In Tassel, people saw this version of me live, deep throating a mic, dragging myself across the stage covered in fake blood, wrapped in duct tape, with barbed wire around my cock like a chastity cage. It was honest, but it was like a ghost. An entity. This record, I killed off a certain kind of wickedness I’ve seen time and time again in my life, by saying, “this is for the fucking freaks.”

Feeling disgust and hatred, music fuses it into love, for the estranged. I hope people feel relief when they hear this shit, cause punk and rock n’ roll has always been the thing I went to sleep with. When you have no one, or you’re living in fear of losing your life, it’s that energy that drives the natural instinct to survive.
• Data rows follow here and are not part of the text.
package store

import (
	"bytes"
	"encoding/binary"
	"errors"
	"fmt"
	"strings"
	"time"

	bolt "go.etcd.io/bbolt"

	"github.com/lathmark-team/lathmark/internal/record"
)

// ErrNameTaken is matched by the error PutAthlete returns when another
// athlete already holds the name (compared case-insensitively).
var ErrNameTaken = errors.New("name already taken by another athlete")

// ErrNoAthlete is matched by the error for a write that refers to an
// athlete id with no profile.
var ErrNoAthlete = errors.New("no athlete with that id")

// Tx is one transaction, read-only inside DB.View and read-write inside
// DB.Update and DB.Batch. It is valid only during the callback and must not
// be shared between goroutines. It implements bot.Tx.
//
// Times are stored in UTC and come back in UTC; keys hold them as
// nanoseconds since 1970, so times before 1970 or after 2262 are refused
// (ErrTimeRange).
type Tx struct {
	tx *bolt.Tx
	// scanSteps counts the keys range scans have visited, so tests can
	// prove a window read touches only the window.
	scanSteps int
}

func (t *Tx) bucket(name string) (*bolt.Bucket, error) {
	b := t.tx.Bucket([]byte(name))
	if b == nil {
		// Open creates every bucket, so a missing one is damage.
		return nil, fmt.Errorf("bucket %s missing from the data file: %w", name, ErrDamaged)
	}
	return b, nil
}

// buckets fetches several buckets at once.
func (t *Tx) buckets(names ...string) ([]*bolt.Bucket, error) {
	bs := make([]*bolt.Bucket, len(names))
	for i, n := range names {
		b, err := t.bucket(n)
		if err != nil {
			return nil, err
		}
		bs[i] = b
	}
	return bs, nil
}

// Team returns the team settings, the zero value if never set.
func (t *Tx) Team() (record.Team, error) {
	var team record.Team
	b, err := t.bucket(bucketTeam)
	if err != nil {
		return team, fmt.Errorf("store: team: %w", err)
	}
	if _, err := getJSON(b, []byte(keySettings), &team); err != nil {
		return record.Team{}, fmt.Errorf("store: team: %w", err)
	}
	return team, nil
}

// PutTeam replaces the team settings.
func (t *Tx) PutTeam(team record.Team) error {
	b, err := t.bucket(bucketTeam)
	if err == nil {
		err = putJSON(b, []byte(keySettings), team)
	}
	if err != nil {
		return fmt.Errorf("store: put team: %w", err)
	}
	return nil
}

func getAthlete(b *bolt.Bucket, id uint64) (record.Athlete, bool, error) {
	var a record.Athlete
	ok, err := getJSON(b, idKey(id), &a)
	if err != nil {
		return record.Athlete{}, false, fmt.Errorf("athlete %d: %w", id, err)
	}
	return a, ok, nil
}

// AthleteByID returns the profile with the given id.
func (t *Tx) AthleteByID(id uint64) (record.Athlete, bool, error) {
	b, err := t.bucket(bucketAthletes)
	if err != nil {
		return record.Athlete{}, false, fmt.Errorf("store: athlete %d: %w", id, err)
	}
	a, ok, err := getAthlete(b, id)
	if err != nil {
		return record.Athlete{}, false, fmt.Errorf("store: athlete %d: %w", id, err)
	}
	return a, ok, nil
}

// AthleteByName finds a profile by name, ignoring case and repeated or
// surrounding white space.
func (t *Tx) AthleteByName(name string) (record.Athlete, bool, error) {
	key := foldName(name)
	if key == "" {
		return record.Athlete{}, false, nil
	}
	bs, err := t.buckets(bucketNames, bucketAthletes)
	if err != nil {
		return record.Athlete{}, false, fmt.Errorf("store: athlete %q: %w", name, err)
	}
	v := bs[0].Get([]byte(key))
	if v == nil {
		if err := missSound(bs[0], []byte(key)); err != nil {
			return record.Athlete{}, false, fmt.Errorf("store: athlete %q: name index: %w", name, err)
		}
		return record.Athlete{}, false, nil
	}
	id, err := decodeID([]byte(key), v)
	if err != nil {
		return record.Athlete{}, false, fmt.Errorf("store: athlete %q: name index: %w", name, err)
	}
	a, ok, err := getAthlete(bs[1], id)
	if err == nil && !ok {
		err = fmt.Errorf("name index points to athlete %d, which has no profile", id)
	}
	if err != nil {
		return record.Athlete{}, false, fmt.Errorf("store: athlete %q: %w", name, err)
	}
	return a, true, nil
}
Were there any specific moments during the making of UNCAGED, a breakthrough, a challenge, or a revelation, that felt like the heart of the album for you?

Oh definitely. I lived so many life times while making this record. The first chunk was made in my empty apartment in Phoenix when I was completely alone and like I didn’t talk to hardly anyone, the life I had previously, which was killing me, was completely erased, people and all. I don’t mean loneliness as if it’s bad, to be clear. I was recording these songs then going out in the street to smoke cigarettes while I was mixing them down to one track by hand, turning knobs and shit, like making a dub record while people were just watching me from the end of the street while I’m mixing this record. 

I seriously didn’t think this record was going to come out, I was done with it so many times, just not interested. My spiritual path only progressed as I finished it, so who fucking knows. This probably sounds like some hippie shit, but I can assure you I’m anything but that. 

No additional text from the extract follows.